Re: [R] A question on modeling brain growth using GAM

2017-04-06 Thread Simon Wood
>
> gamObj=gam(brainVolume~ s(correctedAge) +  s(subjIndexF, bs="re") + 
> s(subjIndexF, correctedAge, bs="re"), method="REML", data=mydata), 
> where subjIndexF is a factor for each subject. I was thrown an error 
> saying "more coefficients than data".
>
--- I'm not sure exactly  how many scans and subjects you have. The 
above model will have 10 + 2*(number of subjects ) coeffs. If that is 
more than the number of scans then gam will not handle it. Depending on 
the numbers involved you could reduce the k parameter to 
s(correctedAge), to fix the problem. (e.g. with 31 subjects and 70 scans 
s(correctedAge=8) should work).

> However, when I tried to model similar (please correct me if they are 
> not similar) things using GAMM based on description in 
> ?factor.smooth.interaction:
>  gamm1=gamm(BrainVolume~ s(correctedAge) + s(correctedAge, subjIndexF, 
> bs="fs", k=5), data=mydata)
--- It's not the same model. You now have a random smooth curve per 
subject. You can add random effects in gamm using the list form of the 
syntax for specifying random effects in lme. see ?gamm. Random 
intercepts and slopes can be added that way.

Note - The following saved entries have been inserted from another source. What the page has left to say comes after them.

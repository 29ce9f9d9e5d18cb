package plots

import (
	"errors"
	"fmt"
	"math"

	"gonum.org/v1/plot/vg"
)

// ContourChartSpec is what ContourChart draws: a quantity over two others.
type ContourChartSpec struct {
	Title, Desc, Notes string // Desc is for readers who cannot see the figure; Notes may be empty

	Spin         float64 // rad/s; negative: the floor moves antispinward
	Spins        string  // stands in place of what is said of the spin, where it varies; may be empty
	AxisX, AxisY string  // what runs along and up, with its unit
	X, Y         []float64
	Of           string    // what is shown, with its unit, above the bar of shades
	Unit         string    // of its values; may be empty
	Values       []float64 // Values[j*len(X)+i] at X[i], Y[j]; a NaN is a gap
}

func (s ContourChartSpec) check() error {
	for _, axis := range [][]float64{s.X, s.Y} {
		if len(axis) < 2 {
			return errors.New("wants at least two values each way")
		}
		for i, v := range axis {
			if !finite(v) || math.Abs(v) > maxValue || i > 0 && v <= axis[i-1] {
				return fmt.Errorf("value %d of an axis, %g, cannot be drawn or runs back", i, v)
			}
		}
	}
	if err := checkValues(s.Of, len(s.X)*len(s.Y), s.Values); err != nil {
		return err
	}
	if lo, hi, ok := span(s.Values); !ok || !(hi-lo > nothing*math.Max(math.Abs(lo), math.Abs(hi))) {
		return errors.New("has no two different values")
	}
	return nil
}

// ContourChart draws a quantity over two others: shades, a step of each apart by a
// contour line that bears its value, so that it can be read in grey too. It is an error
// if the values along an axis are not in order, or the quantity is the same throughout.
func ContourChart(spec ContourChartSpec) (*Figure, error) {
	head := headline{spec.Title, spec.Desc, spec.Notes, spec.Spin}
	if err := errors.Join(head.check(), spec.check()); err != nil {
		return nil, fmt.Errorf("contour chart: %w", err)
	}
	c := &contourChart{spec: spec, field: gridField{spec.X, spec.Y, spec.Values}}
	c.arrange()
	return newFigure(spec.Title, spec.Desc, c.w, c.h, c.paint)
}

// contourChart is one at work.
type contourChart struct {
	sheet
	spec   ContourChartSpec
	field  gridField
	panel  panel
	low    float64   // the least value
	high   float64   // the greatest
	levels []float64 // of the contour lines
	step   float64   // between them
	lines  [][][]vg.Point
}

const (
	contourHigh   = 250.0 // pt, of the window
	contourColumn = 110.0 // pt, beside it
	namedFrom     = 60.0  // pt: a shorter line bears no value, unless it is the longest of its level
)

func (c *contourChart) arrange() {
	c.low, c.high, _ = span(c.spec.Values)
	for n := MostLayers; n > 0 && (c.levels == nil || len(c.levels) > MostLayers-1); n-- {
		c.levels = nil
		var ticks []float64
		ticks, c.step = Ticks(c.low, c.high, n)
		for _, t := range ticks {
			if inner := 0.02 * c.step; t > c.low+inner && t < c.high-inner {
				c.levels = append(c.levels, t)
			}
		}
	}
	plan := sheetPlan{title: c.spec.Title, notes: c.spec.Notes, side: contourColumn, strip: true}
	w, h := plan.room()
	c.sheet = plan.lay(w, math.Min(h, contourHigh))
	q := &c.panel
	q.title = clean(c.spec.AxisY)
	left := 0.0
	for range 2 { // the second time with room for the numbers at the left
		win := vg.Rectangle{Min: c.win.Min.Add(xy(left, axisBelow)), Max: c.win.Max.Sub(xy(8, titleAbove))}
		q.set(win, c.spec.X[0], c.spec.X[len(c.spec.X)-1])
		q.y0, q.y1 = c.spec.Y[0], c.spec.Y[len(c.spec.Y)-1]
		q.yTicks = roundTicker{n: q.stepsUp()}.Ticks(q.y0, q.y1)
		left = q.leftNeed() + 6
	}
	c.trace()
}

// trace lays the contour lines on the page and finds places for their values.
func (c *contourChart) trace() {
	q := &c.panel
	for _, level := range c.levels {
		var on [][]vg.Point
		for _, line := range c.field.lines(level) {
			page := make([]vg.Point, len(line))
			for k, p := range line {
				page[k] = q.pt(p.X, p.Y)
			}
			on = append(on, thinPage(page))
			q.pl.polyline(priceThin, page...)
		}
		c.lines = append(c.lines, on)
	}
	for i, level := range c.levels {
		longest := pageLength(longestOf(c.lines[i]))
		for _, line := range c.lines[i] {
			n := pageLength(line)
			if n < math.Min(longest, namedFrom) {
				continue
			}
			at := make([]vg.Point, 0, 5)
			for _, u := range []float64{0.5, 0.35, 0.65, 0.2, 0.8} {
				at = append(at, alongLine(line, u*n))
			}
			q.pl.add(label{s: c.valued(level), size: sizeNote, ink: inkText, clear: 1.5, at: at[0], or: at[1:]})
		}
	}
	q.pl.solve()
}

func (c *contourChart) valued(level float64) string {
	return unitAfter(tickText(level, c.step), c.spec.Unit)
}

// unitAfter adds a unit to a number.
func unitAfter(s, unit string) string {
	if unit == "" {
		return s
	}
	return s + " " + unit
}

// shade is the ink of band i: those in use are spread over all of them.
func (c *contourChart) shade(i int) ink {
	n := len(c.levels) + 1
	if n == 1 {
		return inkHeat3
	}
	return inkHeat1 + ink(math.Round(float64(i)*float64(MostLayers-1)/float64(n-1)))
}

func (c *contourChart) paint(p *pad) {
	q := &c.panel
	for i := range len(c.levels) + 1 {
		level := math.Inf(-1)
		if i > 0 {
			level = c.levels[i-1]
		}
		var path vg.Path
		for _, part := range c.field.above(level) {
			page := make([]vg.Point, len(part))
			for k, at := range part {
				page[k] = q.pt(at.X, at.Y)
			}
			path = append(path, linePath(page, true)...)
		}
		if len(path) > 0 {
			p.fill(c.shade(i), path)
		}
	}
	for _, lines := range c.lines {
		for _, line := range lines {
			p.line(penContourLine, line...)
		}
	}
	q.paint(p, true)
	at := xy((q.win.Min.X+q.win.Max.X).Points()/2, q.win.Min.Y.Points()-axisBelow+3)
	p.text(text{s: clean(c.spec.AxisX), at: at, along: 0.5, size: sizeLabel, ink: inkText})
	c.paintBar(p)
	c.say(p, StackChartSpec{Spin: c.spec.Spin, Spins: c.spec.Spins}.spin(), c.strip.Min.X.Points()-12, c.strip.Max.X.Points())
	c.sheet.draw(p)
}

var penContourLine = pen{ink: inkText, width: 0.6}

// paintBar draws the shades with their values, the greatest on top.
func (c *contourChart) paintBar(p *pad) {
	x, y := c.side.Min.X.Points()+4, c.side.Max.Y.Points()-titleAbove
	for _, l := range wrap(clean(c.spec.Of), contourColumn-4, sizeLabel, false, 4) {
		y -= entryPitch
		p.text(text{s: l, at: xy(x, y+2), size: sizeLabel, ink: inkText})
	}
	y -= 3
	for i := len(c.levels); i >= 0; i-- {
		from, to := signif(c.low, dimDigits), signif(c.high, dimDigits)
		if i > 0 {
			from = tickText(c.levels[i-1], c.step)
		}
		if i < len(c.levels) {
			to = tickText(c.levels[i], c.step)
		}
		y -= barHigh
		box := vg.Rectangle{Min: xy(x, y), Max: xy(x+barWide, y+barHigh)}
		p.fillRect(box, c.shade(i))
		p.rect(box, penStep)
		p.text(text{s: unitAfter(from+" to "+to, c.spec.Unit), at: xy(x+barWide+6, y+barHigh/2-sizeLabel*capHeight/2), size: sizeLabel, ink: inkText})
	}
}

> The model ran.  When I plotted the data using plot(gamm1), I got two 
> figures: the left one is the group mean and 95%CI, which I assume is 
> the results by gamm1$gam model. The right one shows 30 lines (the 
> number of subjects in my data) fluctuating around 0, which I assume is 
> the random effects (gamm1$lme) modeled within each subject that can be 
> added onto the group mean for individual curves. Is my understanding 
> correct? If so, how can I extract these curves from gamm1$lme?
>
--- I would extract the fitted curves using predict(gamm1$gam,..., 
type="terms") supplying the factor levels and correctedAges at which you 
want to evaluate the curves.

> Many thanks!
> L
>
>
>
> On Thu, Apr 6, 2017 at 8:22 AM, Simon Wood  > wrote:
>
> If 'subjIndexF' is a factor for subject, then s(subjIndexF,
> bs="re") will produce a random effect for subject. i.e. each
> subject will be given its own random intercept term, which is a
> way that repeated measures data like this are often handled.
>
> The reason for the s(subjIndexF, bs="re") syntax is that smooths
> can be viewed as Gaussian random effects, so simple Gaussian
> random effects can also be viewed as (0-dimensional) smooths. In
> general s(x,z,w,bs="re") just appends the columns of
> model.matrix(~x:z:w-1) to the gam model matrix, and treats the
> associated coefficients as i.i.d. Gaussian random effects with a
> common variance (to be estimated). In principle this works with
> any number of arguments to s(...,bs="re").
>
> See ?random.effects (and its linked help files) in mgcv for more.
>
> There are mechanisms for allowing random smooth curves for each
> subject, (e.g. ?factor.smooth.interaction), but I would only use
> these if simpler approaches really aren't adequate here.
>
> best,
> Simon
>
>
>
>
> On 30/03/17 17:06, David Winsemius wrote:
>
> On Mar 30, 2017, at 6:56 AM, Leon Lee
> mailto:bhamlio...@gmail.com>> wrote:
>
> David
>
> Thank you for your reply. I apologize if I posted in the
> wrong forum, as I really couldn't decide which forum is
> the best place for my question and I saw similar questions
> asked before in this forum.
>
> I agree that a sample of ~30 subjects (70 scans in total),
> the model can be too complicated. Based on that, I did the
> following:
> (1) ignored the gender effect, as we have less females
> than males.
> (2) corrected chronological age based on their gestational
> age, that is, we subtracted an infant's chronological age
> by 2 weeks, if the infant's gestational age is 38 weeks
> instead of 40weeks.
>
> When I ran the model with corrected age, gestational age
> and their interactions modeled, I found the main effect of
> gestational age and the interaction between the two are gone.
>
> So, my final model will look something like this:
> gamObj=gam(brainVolume~ s(correctedAge) + s(subjIndexF,
> bs="re"), method="REML", data=mydata)
>
> Does this look more reasonable?
>
> I'm still having difficulty understand how a "smoothing"
> function would be used to handle repeated measures without
> some sort of "group-within" indicator.
>
> I would have imagined (and this is because I have no
> experience with using this package for repeated measures)
> something along the lines of:
>
>   ...+s(correctedAg|subjIndexF)
>
> I see this statement in the docs:
>
>
> smooth.construct.re.smooth.spec {mgcv}
>
> "gam can deal with simple inde

Re: [R] A question on modeling brain growth using GAM

2017-04-06 Thread Simon Wood
If 'subjIndexF' is a factor for subject, then s(subjIndexF, bs="re") 
will produce a random effect for subject. i.e. each subject will be 
given its own random intercept term, which is a way that repeated 
measures data like this are often handled.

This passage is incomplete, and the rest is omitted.